Re: AvroIO Windowed Writes - Number of files to specify

Posted by Ziyad Muhammed <mm...@gmail.com>.
Hi Cham

I tried that before. Apparently it's not accepted by either direct runner
or dataflow runner. I get the below error:

Exception in thread "main" java.lang.IllegalArgumentException: When
> applying WriteFiles to an unbounded PCollection, must specify number of
> output shards explicitly
> at
> org.apache.beam.vendor.guava.v20_0.com.google.common.base.Preconditions.checkArgument(Preconditions.java:191)
> at org.apache.beam.sdk.io.WriteFiles.expand(WriteFiles.java:299)
> at org.apache.beam.sdk.io.WriteFiles.expand(WriteFiles.java:109)
> at org.apache.beam.sdk.Pipeline.applyInternal(Pipeline.java:537)
> at org.apache.beam.sdk.Pipeline.applyTransform(Pipeline.java:488)
> at org.apache.beam.sdk.values.PCollection.apply(PCollection.java:370)
> at org.apache.beam.sdk.io.AvroIO$TypedWrite.expand(AvroIO.java:1519)
> at org.apache.beam.sdk.io.AvroIO$TypedWrite.expand(AvroIO.java:1155)
> at org.apache.beam.sdk.Pipeline.applyInternal(Pipeline.java:537)
> at org.apache.beam.sdk.Pipeline.applyTransform(Pipeline.java:471)
> at org.apache.beam.sdk.values.PCollection.apply(PCollection.java:357)
> at org.apache.beam.sdk.io.AvroIO$Write.expand(AvroIO.java:1659)
> at org.apache.beam.sdk.io.AvroIO$Write.expand(AvroIO.java:1541)
> at org.apache.beam.sdk.Pipeline.applyInternal(Pipeline.java:537)
> at org.apache.beam.sdk.Pipeline.applyTransform(Pipeline.java:488)
> at org.apache.beam.sdk.values.PCollection.apply(PCollection.java:370)
>



Best
Ziyad


On Wed, Sep 4, 2019 at 6:45 PM Chamikara Jayalath <ch...@google.com>
wrote:

> Do you mean the value to specify for number of shards to write [1] ?
>
> For this I think it's better to not specify any value which will give the
> runner the most flexibility.
>
> Thanks,
> Cham
>
> [1]
> https://github.com/apache/beam/blob/master/sdks/java/core/src/main/java/org/apache/beam/sdk/io/AvroIO.java#L1455
>
> On Wed, Sep 4, 2019 at 2:42 AM Ziyad Muhammed <mm...@gmail.com> wrote:
>
>> Hi all
>>
>> I have a beam pipeline running with cloud dataflow that produces avro
>> files on GCS. Window duration is 1 minute and currently the job is running
>> with 64 cores (16 * n1-standard-4). Per minute the data produced is around
>> 2GB.
>>
>> Is there any recommendation on the number of avro files to specify?
>> Currently I'm using 64 (to match with the number of cores). Will a very
>> high number help in increasing the write throughput?
>> I saw that BigqueryIO with FILE_LOADS is using a default value of 1000
>> files.
>>
>> I tried some random values, but couldn't infer a pattern when is it more
>> performant.
>>
>> Any suggestion is hugely appreciated.
>>
>> Best
>> Ziyad
>>
>

Re: AvroIO Windowed Writes - Number of files to specify

Posted by Chamikara Jayalath <ch...@google.com>.
Do you mean the value to specify for number of shards to write [1] ?

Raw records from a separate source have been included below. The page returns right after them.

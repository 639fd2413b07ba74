import type { FeeRowView } from '#contract/fees';
import type { Eye } from '#domain/eye';
import { ACCOUNT } from '#domain/ledger/index';
import { type CurrencyCode, currencyCode, formatAmount, minor, negate, sum, ZERO } from '#domain/money/index';
import { type ClinicDate, firstOfMonth, formatMonth, lastOfMonth } from '#domain/time/index';
import { courseMoney } from '#server/features/courses/index';
import { type Db, rawRows, readMinor } from '#server/platform/db';
import type { Deps } from '#server/platform/deps';
import { notFound } from '#server/platform/problem';
import { feeOf } from './accrue.ts';
import { agreementsOf, eyesWithoutFee } from './fee-repository.ts';

/** A surgeon's month: every eye with its fee and why, what came back, and what is held and why. */
export async function readFeeMonth(
  deps: Pick<Deps, 'db' | 'clock'>,
  surgeonUserId: number,
  month: ClinicDate,
) {
  const { db } = deps;
  const from = firstOfMonth(month);
  const to = lastOfMonth(month);
  const surgeon = await surgeonOf(db, surgeonUserId);
  const rows = [
    ...(await feeLines(db, surgeonUserId, from, to)),
    ...(await heldEyes(deps, surgeonUserId, from, to)),
  ];
  const accrued = rows.filter((row) => row.kind === 'accrual');
  const clawed = rows.filter((row) => row.kind === 'clawback');
  const accruedMinor = sum(accrued.map((row) => row.amountMinor));
  const clawedBackMinor = sum(clawed.map((row) => row.amountMinor));
  const totalMinor = minor(accruedMinor + clawedBackMinor);
  const currency = await clinicCurrency(db);
  return {
    surgeon,
    month: from,
    currency,
    agreementVersion:
      (await agreementsOf(db, surgeonUserId)).filter((each) => each.effectiveOn <= to).at(-1)?.versionNo ??
      null,
    eyes: accrued.length,
    accruedMinor,
    clawedBackMinor,
    heldCount: rows.filter((row) => row.kind === 'held').length,
    totalMinor,
    totalWhy: {
      title: `${formatAmount(totalMinor, currency)} for ${formatMonth(from)}`,
      steps: [
        { label: `${accrued.length} ${accrued.length === 1 ? 'eye' : 'eyes'}`, amountMinor: accruedMinor },
        ...(clawed.length === 0
          ? []
          : [{ label: `${clawed.length} clawed back`, amountMinor: clawedBackMinor }]),
        { label: 'Together', amountMinor: totalMinor },
      ],
    },
    rows: rows.sort((a, b) =>
      a.doneOn === b.doneOn ? a.courseId - b.courseId : a.doneOn < b.doneOn ? -1 : 1,
    ),
  };
}

async function surgeonOf(db: Db, userId: number): Promise<{ userId: number; name: string }> {
  const [row] = await rawRows<{ user_id: number; name: string }>(
    db,
    `SELECT u.user_id, u.name FROM users u JOIN user_roles r ON r.user_id = u.user_id AND r.role = 'surgeon' WHERE u.user_id = ?`,
    [userId],
  );
  if (!row) throw notFound('surgeon');
  return { userId: row.user_id, name: row.name };
}

async function clinicCurrency(db: Db): Promise<CurrencyCode> {
  const [row] = await rawRows<{ currency: string }>(
    db,
    'SELECT currency FROM clinics ORDER BY clinic_id LIMIT 1',
  );
  return currencyCode(row?.currency ?? 'EUR');
}

interface LineRow {
  course_id: number;
  eye: Eye;
  kind: 'accrual' | 'clawback';
  amount_minor: number;
  earned_on: ClinicDate;
  derivation: string;
  procedure_label: string;
  initials: string;
}

async function feeLines(
  db: Db,
  surgeonUserId: number,
  from: ClinicDate,
  to: ClinicDate,
): Promise<FeeRowView[]> {
  const rows = await rawRows<LineRow>(
    db,
    `SELECT f.course_id, f.eye, f.kind, f.amount_minor, f.earned_on, f.derivation, e.procedure_label,
            CONCAT(LEFT(p.given_name, 1), '. ', LEFT(p.family_name, 1), '.') AS initials
     FROM fee_lines f JOIN course_eyes e ON e.course_id = f.course_id AND e.eye = f.eye
     JOIN courses c ON c.course_id = f.course_id JOIN patients p ON p.patient_id = c.patient_id
     WHERE f.surgeon_user_id = ? AND f.earned_on BETWEEN ? AND ?`,
    [surgeonUserId, from, to],
  );
  return rows.map((row) => {
    const { title, steps, note } = JSON.parse(row.derivation) as FeeRowView['why'];
    return {
      courseId: row.course_id,
      patientInitials: row.initials,
      procedureName: row.procedure_label,
      doneOn: row.earned_on,
      eye: row.eye,
      kind: row.kind,
      amountMinor: readMinor(row.amount_minor),
      heldReason: null,
      why: { title, steps, ...(note === undefined ? {} : { note }) },
      pair: [{ eye: row.eye, state: 'done' as const, money: 'whole' as const }],
    };
  });
}

async function heldEyes(
  deps: Pick<Deps, 'db' | 'clock'>,
  surgeonUserId: number,
  from: ClinicDate,
  to: ClinicDate,
): Promise<FeeRowView[]> {
  const held: FeeRowView[] = [];
  for (const eye of await eyesWithoutFee(deps.db, { surgeonUserId, from, to })) {
    const money = await courseMoney(deps.db, deps, eye.courseId);
    const outcome = await feeOf(deps.db, eye, money);
    const words =
      outcome?.state === 'held'
        ? outcome.words
        : outcome
          ? 'Accrues with the next change.'
          : 'No fee agreement was in force on this day.';
    held.push({
      courseId: eye.courseId,
      patientInitials: await initialsOf(deps.db, eye.courseId),
      procedureName: eye.procedureLabel,
      doneOn: eye.doneOn,
      eye: eye.eye,
      kind: 'held',
      amountMinor: ZERO,
      heldReason: words,
      why: outcome?.why ?? {
        title: 'Held',
        steps: [{ label: 'Agreement', text: 'none in force' }],
        note: words,
      },
      pair: [
        {
          eye: eye.eye,
          state: 'done',
          money: money.paidFor.eyes.find((each) => each.eye === eye.eye)?.money ?? 'none',
        },
      ],
    });
  }
  return held;
}

async function initialsOf(db: Db, courseId: number): Promise<string> {
  const [row] = await rawRows<{ initials: string }>(
    db,
    `SELECT CONCAT(LEFT(p.given_name, 1), '. ', LEFT(p.family_name, 1), '.') AS initials
     FROM courses c JOIN patients p ON p.patient_id = c.patient_id WHERE c.course_id = ?`,
    [courseId],
  );
  return row?.initials ?? '';
}

/** Surgeons and what each is owed by the ledger; `only` narrows to one. */
export async function readSurgeons(db: Db, only: number | undefined) {
  const rows = await rawRows<{ user_id: number; name: string; payable: unknown }>(
    db,
    `SELECT u.user_id, u.name, (SELECT SUM(l.amount_minor) FROM journal_lines l WHERE l.payee_id = u.user_id AND l.account_code = ?) AS payable
     FROM users u JOIN user_roles r ON r.user_id = u.user_id AND r.role = 'surgeon'
     WHERE (? IS NULL OR u.user_id = ?) ORDER BY u.name`,
    [ACCOUNT.surgeonFeesPayable, only ?? null, only ?? null],
  );
  const surgeons = [];
  for (const row of rows) {
    const latest = (await agreementsOf(db, row.user_id)).at(-1);
    surgeons.push({
      userId: row.user_id,
      name: row.name,
      payableMinor: negate(readMinor(row.payable)),
      agreementVersion: latest?.versionNo ?? null,
      agreedSince: latest?.effectiveOn ?? null,
    });
  }
  return { currency: await clinicCurrency(db), surgeons };
}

For this I think it's better to not specify any value which will give the
runner the most flexibility.

Thanks,
Cham

[1]
https://github.com/apache/beam/blob/master/sdks/java/core/src/main/java/org/apache/beam/sdk/io/AvroIO.java#L1455

On Wed, Sep 4, 2019 at 2:42 AM Ziyad Muhammed <mm...@gmail.com> wrote:

> Hi all
>
> I have a beam pipeline running with cloud dataflow that produces avro
> files on GCS. Window duration is 1 minute and currently the job is running
> with 64 cores (16 * n1-standard-4). Per minute the data produced is around
> 2GB.
>
> Is there any recommendation on the number of avro files to specify?
> Currently I'm using 64 (to match with the number of cores). Will a very
> high number help in increasing the write throughput?
> I saw that BigqueryIO with FILE_LOADS is using a default value of 1000
> files.
>
> I tried some random values, but couldn't infer a pattern when is it more
> performant.
>
> Any suggestion is hugely appreciated.
>
> Best
> Ziyad
>